Your instructions:
The listing needs restating word for word.
________________________
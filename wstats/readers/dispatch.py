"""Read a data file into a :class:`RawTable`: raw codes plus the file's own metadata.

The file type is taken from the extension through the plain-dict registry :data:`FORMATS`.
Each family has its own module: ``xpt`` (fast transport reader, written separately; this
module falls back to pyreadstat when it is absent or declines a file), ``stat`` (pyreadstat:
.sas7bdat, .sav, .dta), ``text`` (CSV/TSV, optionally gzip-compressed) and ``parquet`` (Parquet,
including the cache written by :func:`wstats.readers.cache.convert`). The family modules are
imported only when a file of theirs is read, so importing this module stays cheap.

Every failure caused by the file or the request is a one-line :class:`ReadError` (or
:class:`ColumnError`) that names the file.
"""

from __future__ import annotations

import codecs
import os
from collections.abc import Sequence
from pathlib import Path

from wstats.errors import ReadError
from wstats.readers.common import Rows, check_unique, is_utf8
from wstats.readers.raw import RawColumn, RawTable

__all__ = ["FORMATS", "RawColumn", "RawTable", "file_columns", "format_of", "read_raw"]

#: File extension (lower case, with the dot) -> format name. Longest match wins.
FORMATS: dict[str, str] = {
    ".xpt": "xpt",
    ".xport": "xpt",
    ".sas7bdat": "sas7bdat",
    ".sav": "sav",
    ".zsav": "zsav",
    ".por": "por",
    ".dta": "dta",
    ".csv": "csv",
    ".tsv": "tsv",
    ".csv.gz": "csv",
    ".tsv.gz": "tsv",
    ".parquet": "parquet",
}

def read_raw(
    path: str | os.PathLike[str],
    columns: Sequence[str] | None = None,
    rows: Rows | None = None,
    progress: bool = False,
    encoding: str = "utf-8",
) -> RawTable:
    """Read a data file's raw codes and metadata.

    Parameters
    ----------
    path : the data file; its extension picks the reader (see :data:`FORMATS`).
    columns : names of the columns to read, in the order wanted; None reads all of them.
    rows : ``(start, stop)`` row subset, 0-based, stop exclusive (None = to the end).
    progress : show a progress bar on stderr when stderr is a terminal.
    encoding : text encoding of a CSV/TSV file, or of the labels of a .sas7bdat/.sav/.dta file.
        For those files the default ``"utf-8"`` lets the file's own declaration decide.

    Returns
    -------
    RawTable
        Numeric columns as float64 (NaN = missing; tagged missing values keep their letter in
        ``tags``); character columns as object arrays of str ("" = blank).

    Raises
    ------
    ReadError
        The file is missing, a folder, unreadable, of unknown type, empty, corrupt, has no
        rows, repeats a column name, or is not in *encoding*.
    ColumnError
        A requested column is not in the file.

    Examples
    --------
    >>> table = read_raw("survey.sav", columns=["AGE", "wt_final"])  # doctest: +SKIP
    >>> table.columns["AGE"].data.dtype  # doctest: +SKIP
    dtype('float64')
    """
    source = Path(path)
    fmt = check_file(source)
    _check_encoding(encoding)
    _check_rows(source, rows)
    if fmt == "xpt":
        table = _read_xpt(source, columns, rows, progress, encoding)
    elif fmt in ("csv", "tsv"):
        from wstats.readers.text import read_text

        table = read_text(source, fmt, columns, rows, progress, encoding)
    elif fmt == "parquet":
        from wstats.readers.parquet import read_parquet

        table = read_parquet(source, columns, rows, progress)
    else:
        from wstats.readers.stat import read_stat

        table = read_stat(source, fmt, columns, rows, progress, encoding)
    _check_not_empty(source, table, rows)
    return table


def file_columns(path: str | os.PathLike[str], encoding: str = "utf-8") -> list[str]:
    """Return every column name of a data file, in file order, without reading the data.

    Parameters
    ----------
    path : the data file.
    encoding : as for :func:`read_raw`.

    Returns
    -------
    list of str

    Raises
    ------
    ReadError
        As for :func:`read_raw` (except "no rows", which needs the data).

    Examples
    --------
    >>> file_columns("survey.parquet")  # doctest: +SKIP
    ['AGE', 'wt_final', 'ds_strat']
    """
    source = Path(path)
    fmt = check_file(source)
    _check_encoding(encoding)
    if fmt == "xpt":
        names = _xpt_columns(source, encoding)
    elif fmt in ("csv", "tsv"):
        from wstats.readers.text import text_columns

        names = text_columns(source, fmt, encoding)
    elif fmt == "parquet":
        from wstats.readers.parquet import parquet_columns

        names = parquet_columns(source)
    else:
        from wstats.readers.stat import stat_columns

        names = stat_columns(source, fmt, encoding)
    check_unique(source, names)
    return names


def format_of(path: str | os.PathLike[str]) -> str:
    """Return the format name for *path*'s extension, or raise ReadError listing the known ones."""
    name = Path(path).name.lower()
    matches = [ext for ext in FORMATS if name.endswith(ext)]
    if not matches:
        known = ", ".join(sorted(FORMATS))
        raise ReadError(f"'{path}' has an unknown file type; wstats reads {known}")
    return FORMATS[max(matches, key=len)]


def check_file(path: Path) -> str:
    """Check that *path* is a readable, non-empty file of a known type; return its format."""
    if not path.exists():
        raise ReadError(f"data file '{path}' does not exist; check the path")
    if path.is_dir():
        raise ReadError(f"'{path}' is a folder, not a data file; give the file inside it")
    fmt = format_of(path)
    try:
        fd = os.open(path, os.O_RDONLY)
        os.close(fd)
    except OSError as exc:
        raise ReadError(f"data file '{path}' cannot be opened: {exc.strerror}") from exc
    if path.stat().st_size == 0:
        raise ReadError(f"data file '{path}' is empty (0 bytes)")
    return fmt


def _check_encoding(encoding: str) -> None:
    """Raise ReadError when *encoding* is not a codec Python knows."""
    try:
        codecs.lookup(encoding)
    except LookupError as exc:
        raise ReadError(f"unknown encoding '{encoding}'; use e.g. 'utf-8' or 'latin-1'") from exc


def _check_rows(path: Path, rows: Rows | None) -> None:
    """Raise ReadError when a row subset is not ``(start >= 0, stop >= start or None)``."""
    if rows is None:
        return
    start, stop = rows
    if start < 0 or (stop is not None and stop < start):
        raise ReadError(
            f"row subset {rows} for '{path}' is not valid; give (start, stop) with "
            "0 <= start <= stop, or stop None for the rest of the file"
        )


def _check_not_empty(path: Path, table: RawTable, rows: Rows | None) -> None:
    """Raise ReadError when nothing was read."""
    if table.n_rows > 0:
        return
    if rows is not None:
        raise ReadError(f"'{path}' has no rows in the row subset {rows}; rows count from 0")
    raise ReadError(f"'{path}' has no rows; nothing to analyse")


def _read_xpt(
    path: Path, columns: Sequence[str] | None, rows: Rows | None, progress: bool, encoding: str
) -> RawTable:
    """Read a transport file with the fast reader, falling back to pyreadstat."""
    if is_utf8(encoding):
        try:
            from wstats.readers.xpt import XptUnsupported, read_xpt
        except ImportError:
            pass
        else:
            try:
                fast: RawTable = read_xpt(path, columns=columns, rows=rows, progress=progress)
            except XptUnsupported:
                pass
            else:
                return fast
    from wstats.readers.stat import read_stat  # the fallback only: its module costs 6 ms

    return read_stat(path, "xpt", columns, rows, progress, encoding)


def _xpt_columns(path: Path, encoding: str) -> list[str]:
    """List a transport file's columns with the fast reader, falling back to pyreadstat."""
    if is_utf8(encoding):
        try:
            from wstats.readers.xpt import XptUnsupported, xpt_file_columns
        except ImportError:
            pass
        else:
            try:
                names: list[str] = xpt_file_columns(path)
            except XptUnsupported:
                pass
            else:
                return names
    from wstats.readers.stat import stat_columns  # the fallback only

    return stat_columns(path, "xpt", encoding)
________________________
Answer for this exercise:
filename wstats/readers/dispatch.py
"""Read a data file into a :class:`RawTable`: raw codes plus the file's own metadata.

The file type is taken from the extension through the plain-dict registry :data:`FORMATS`.
Each family has its own module: ``xpt`` (fast transport reader, written separately; this
module falls back to pyreadstat when it is absent or declines a file), ``stat`` (pyreadstat:
.sas7bdat, .sav, .dta), ``text`` (CSV/TSV, optionally gzip-compressed) and ``parquet`` (Parquet,
including the cache written by :func:`wstats.readers.cache.convert`). The family modules are
imported only when a file of theirs is read, so importing this module stays cheap.

Every failure caused by the file or the request is a one-line :class:`ReadError` (or
:class:`ColumnError`) that names the file.
"""

from __future__ import annotations

import codecs
import os
from collections.abc import Sequence
from pathlib import Path

from wstats.errors import ReadError
from wstats.readers.common import Rows, check_unique, is_utf8
from wstats.readers.raw import RawColumn, RawTable

__all__ = ["FORMATS", "RawColumn", "RawTable", "file_columns", "format_of", "read_raw"]

#: File extension (lower case, with the dot) -> format name. Longest match wins.
FORMATS: dict[str, str] = {
    ".xpt": "xpt",
    ".xport": "xpt",
    ".sas7bdat": "sas7bdat",
    ".sav": "sav",
    ".zsav": "zsav",
    ".por": "por",
    ".dta": "dta",
    ".csv": "csv",
    ".tsv": "tsv",
    ".csv.gz": "csv",
    ".tsv.gz": "tsv",
    ".parquet": "parquet",
}

def read_raw(
    path: str | os.PathLike[str],
    columns: Sequence[str] | None = None,
    rows: Rows | None = None,
    progress: bool = False,
    encoding: str = "utf-8",
) -> RawTable:
    """Read a data file's raw codes and metadata.

    Parameters
    ----------
    path : the data file; its extension picks the reader (see :data:`FORMATS`).
    columns : names of the columns to read, in the order wanted; None reads all of them.
    rows : ``(start, stop)`` row subset, 0-based, stop exclusive (None = to the end).
    progress : show a progress bar on stderr when stderr is a terminal.
    encoding : text encoding of a CSV/TSV file, or of the labels of a .sas7bdat/.sav/.dta file.
        For those files the default ``"utf-8"`` lets the file's own declaration decide.

    Returns
    -------
    RawTable
        Numeric columns as float64 (NaN = missing; tagged missing values keep their letter in
        ``tags``); character columns as object arrays of str ("" = blank).

    Raises
    ------
    ReadError
        The file is missing, a folder, unreadable, of unknown type, empty, corrupt, has no
        rows, repeats a column name, or is not in *encoding*.
    ColumnError
        A requested column is not in the file.

    Examples
    --------
    >>> table = read_raw("survey.sav", columns=["AGE", "wt_final"])  # doctest: +SKIP
    >>> table.columns["AGE"].data.dtype  # doctest: +SKIP
    dtype('float64')
    """
    source = Path(path)
    fmt = check_file(source)
    _check_encoding(encoding)
    _check_rows(source, rows)
    if fmt == "xpt":
        table = _read_xpt(source, columns, rows, progress, encoding)
    elif fmt in ("csv", "tsv"):
        from wstats.readers.text import read_text

        table = read_text(source, fmt, columns, rows, progress, encoding)
    elif fmt == "parquet":
        from wstats.readers.parquet import read_parquet

        table = read_parquet(source, columns, rows, progress)
    else:
        from wstats.readers.stat import read_stat

        table = read_stat(source, fmt, columns, rows, progress, encoding)
    _check_not_empty(source, table, rows)
    return table


def file_columns(path: str | os.PathLike[str], encoding: str = "utf-8") -> list[str]:
    """Return every column name of a data file, in file order, without reading the data.

    Parameters
    ----------
    path : the data file.
    encoding : as for :func:`read_raw`.

    Returns
    -------
    list of str

    Raises
    ------
    ReadError
        As for :func:`read_raw` (except "no rows", which needs the data).

    Examples
    --------
    >>> file_columns("survey.parquet")  # doctest: +SKIP
    ['AGE', 'wt_final', 'ds_strat']
    """
    source = Path(path)
    fmt = check_file(source)
    _check_encoding(encoding)
    if fmt == "xpt":
        names = _xpt_columns(source, encoding)
    elif fmt in ("csv", "tsv"):
        from wstats.readers.text import text_columns

        names = text_columns(source, fmt, encoding)
    elif fmt == "parquet":
        from wstats.readers.parquet import parquet_columns

        names = parquet_columns(source)
    else:
        from wstats.readers.stat import stat_columns

        names = stat_columns(source, fmt, encoding)
    check_unique(source, names)
    return names


def format_of(path: str | os.PathLike[str]) -> str:
    """Return the format name for *path*'s extension, or raise ReadError listing the known ones."""
    name = Path(path).name.lower()
    matches = [ext for ext in FORMATS if name.endswith(ext)]
    if not matches:
        known = ", ".join(sorted(FORMATS))
        raise ReadError(f"'{path}' has an unknown file type; wstats reads {known}")
    return FORMATS[max(matches, key=len)]


def check_file(path: Path) -> str:
    """Check that *path* is a readable, non-empty file of a known type; return its format."""
    if not path.exists():
        raise ReadError(f"data file '{path}' does not exist; check the path")
    if path.is_dir():
        raise ReadError(f"'{path}' is a folder, not a data file; give the file inside it")
    fmt = format_of(path)
    try:
        fd = os.open(path, os.O_RDONLY)
        os.close(fd)
    except OSError as exc:
        raise ReadError(f"data file '{path}' cannot be opened: {exc.strerror}") from exc
    if path.stat().st_size == 0:
        raise ReadError(f"data file '{path}' is empty (0 bytes)")
    return fmt


def _check_encoding(encoding: str) -> None:
    """Raise ReadError when *encoding* is not a codec Python knows."""
    try:
        codecs.lookup(encoding)
    except LookupError as exc:
        raise ReadError(f"unknown encoding '{encoding}'; use e.g. 'utf-8' or 'latin-1'") from exc


def _check_rows(path: Path, rows: Rows | None) -> None:
    """Raise ReadError when a row subset is not ``(start >= 0, stop >= start or None)``."""
    if rows is None:
        return
    start, stop = rows
    if start < 0 or (stop is not None and stop < start):
        raise ReadError(
            f"row subset {rows} for '{path}' is not valid; give (start, stop) with "
            "0 <= start <= stop, or stop None for the rest of the file"
        )


def _check_not_empty(path: Path, table: RawTable, rows: Rows | None) -> None:
    """Raise ReadError when nothing was read."""
    if table.n_rows > 0:
        return
    if rows is not None:
        raise ReadError(f"'{path}' has no rows in the row subset {rows}; rows count from 0")
    raise ReadError(f"'{path}' has no rows; nothing to analyse")


def _read_xpt(
    path: Path, columns: Sequence[str] | None, rows: Rows | None, progress: bool, encoding: str
) -> RawTable:
    """Read a transport file with the fast reader, falling back to pyreadstat."""
    if is_utf8(encoding):
        try:
            from wstats.readers.xpt import XptUnsupported, read_xpt
        except ImportError:
            pass
        else:
            try:
                fast: RawTable = read_xpt(path, columns=columns, rows=rows, progress=progress)
            except XptUnsupported:
                pass
            else:
                return fast
    from wstats.readers.stat import read_stat  # the fallback only: its module costs 6 ms

    return read_stat(path, "xpt", columns, rows, progress, encoding)


def _xpt_columns(path: Path, encoding: str) -> list[str]:
    """List a transport file's columns with the fast reader, falling back to pyreadstat."""
    if is_utf8(encoding):
        try:
            from wstats.readers.xpt import XptUnsupported, xpt_file_columns
        except ImportError:
            pass
        else:
            try:
                names: list[str] = xpt_file_columns(path)
            except XptUnsupported:
                pass
            else:
                return names
    from wstats.readers.stat import stat_columns  # the fallback only

    return stat_columns(path, "xpt", encoding)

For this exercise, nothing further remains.